Дверь была такая же, как и во всех бедных домах,— старая, грязная, облезшая. Молоток то ли украли, то ли он сам оторвался, поэтому, чтобы кого-нибудь вызвать, нужно было бить в дверь кулаками. Согра Солтан несколько раз постучала, но никто не ответил. Тогда она постучала сильней. Послышался женский голос:
— Кто там?
— Открой, гости пришли!
— К черту всех гостей! Что вам тут надо? Не туда попали!
— Нет, именно сюда. Открой, Хадидже, разве не узнаешь меня? Я Согра Солтан, открой скорее двери, не рассуждай понапрасну. К тебе с добром пришли!
— Согра Солтан, неужели это ты? Ох, ты моя милая! Прости меня, глупую! Сейчас надену туфли и открою.
2Дверь открылась, и гости вошли. Госпожа еле спустилась по ступеням старой лестницы. Двор был наполнен зловонием, которое поднималось от гниющей воды в бассейне.
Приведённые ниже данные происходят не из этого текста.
"""Remarks about the imaginary mode of a saddle: what was found, what it was held against, what to do."""

from rateloom.remarks import Remark

# Usual magnitudes of imaginary frequencies [cm-1]: common practice, no law; outside them a look is worth while.
USUAL = {
    "bonds of hydrogen": (200.0, 3000.0),
    "bonds of heavy atoms": (50.0, 1500.0),
    "internal rotation": (30.0, 1200.0),
    "inversion": (50.0, 2000.0),
    "bending": (50.0, 2000.0),
}


def imaginary(frequency_per_cm: float) -> str:
    """Write an imaginary frequency, given negative, e.g. ``1422i cm-1``."""
    return f"{-frequency_per_cm:.0f}i cm-1"


def mode_not_printed(frequency_per_cm: float, expected: str) -> Remark:
    """Say that nobody can tell what moves."""
    return Remark(
        "mode-not-printed",
        "the output prints neither the displacements of its imaginary mode nor a Hessian, so nothing shows that the "
        f"mode belongs to the reaction (expected {expected or 'unknown'}): print the normal modes or look at them",
        value=imaginary(frequency_per_cm),
    )


def confirmed(frequency_per_cm: float, kind: str, expected: str, moved: str, share: float) -> Remark:
    """Show the evidence for a mode that belongs to the reaction."""
    return Remark(
        "imaginary-mode-confirmed",
        f"the imaginary mode ({imaginary(frequency_per_cm)}) leads to the reactants one way and to the products the "
        f"other ({kind}): it moves {moved}; expected {expected}",
        value=f"share {share:.2f}",
        limit=expected,
    )


def off_reaction(frequency_per_cm: float, moved: str, expected: str, share: float) -> Remark:
    """Say that the mode is another motion."""
    return Remark(
        "imaginary-mode-off-reaction",
        f"the imaginary mode ({imaginary(frequency_per_cm)}) moves {moved}; expected {expected or 'another motion'}: "
        "take the saddle of this reaction, or correct the equation",
        value=f"share {share:.2f}",
        limit=expected,
    )


def inconclusive(frequency_per_cm: float, moved: str, expected: str, missing: str, share: float) -> Remark:
    """Say what is missing for a verdict."""
    return Remark(
        "imaginary-mode-inconclusive",
        f"whether the imaginary mode ({imaginary(frequency_per_cm)}) belongs to the reaction is open: {missing}; it "
        f"moves {moved}, expected {expected or 'unknown'}: follow the path to both sides",
        value=f"share {share:.2f}",
        limit=expected,
    )


def small(frequency_per_cm: float, limit_per_cm: float, verdict: str) -> Remark:
    """Say that the mode is softer than the threshold of a reaction coordinate."""
    return Remark(
        "small-imaginary-mode",
        f"the imaginary frequency of the saddle ({imaginary(frequency_per_cm)}) is below the threshold of a reaction "
        f"coordinate; by its motion it is {verdict}: tighten the optimisation and the grid, or accept it for a loose "
        "saddle",
        value=imaginary(frequency_per_cm),
        limit=f"{limit_per_cm:g} cm-1",
    )


def unusual(frequency_per_cm: float, kind: str) -> tuple[Remark, ...]:
    """Say that the magnitude is uncommon for the kind of motion, a key of the table above; empty where usual."""
    low, high = USUAL[kind]
    if low <= -frequency_per_cm <= high:
        return ()
    side = "low" if -frequency_per_cm < low else "high"
    return (
        Remark(
            "imaginary-mode-unusual",
            f"an imaginary frequency of {imaginary(frequency_per_cm)} is {side} for a motion of the kind '{kind}' "
            "(common practice, no law): tunnelling factors hang on it, so check level of theory and geometry",
            value=imaginary(frequency_per_cm),
            limit=f"{low:g} to {high:g} cm-1",
        ),
    )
Помойная яма, вырытая перед ступеньками в кухню, усиливала это зловоние. Два пыльных высохших стебля, не имевших ничего общего с цветами, были единственным украшением двора.
Дверь отворила Хадидже — молодая женщина, выглядевшая много старше своих лет, хотя лицо её ещё хранило следы былой красоты. Её густые, длинные, чёрные волосы были в беспорядке. Женщина была очень худа. Из-под покрывала виднелась белая, стираная-перестиранная нижняя юбка. В общем все в ней напоминало цветок, увядший от отсутствия влаги. И только тонкие дуги бровей — такую линию может провести разве что циркуль или чудесная кисть знаменитого исфаханского мастера — да смеющиеся глаза и губы ещё способны были превратить любого благочестивого мусульманина в безбожника.
Увидя шикарно разодетых дам, Хадидже остолбенела. Потом быстрым движением руки закрыла лицо до самых глаз покрывалом и ещё крепче прижала к груди ребёнка.
— Сестрица, что ты прячешься, точно от чужих? — воскликнула Согра Солтан.— Эта дама — моя госпожа, жена главного директора. Она приехала навестить вас. А эта гостья — её сестра, а молодые дамы — её дочери. Я много рассказывала им о вас,— вот они и приехали с вами повидаться. Ну что стоишь как вкопанная. Скорей открой дверь в комнату, чтобы гости могли войти. Где твоя мать?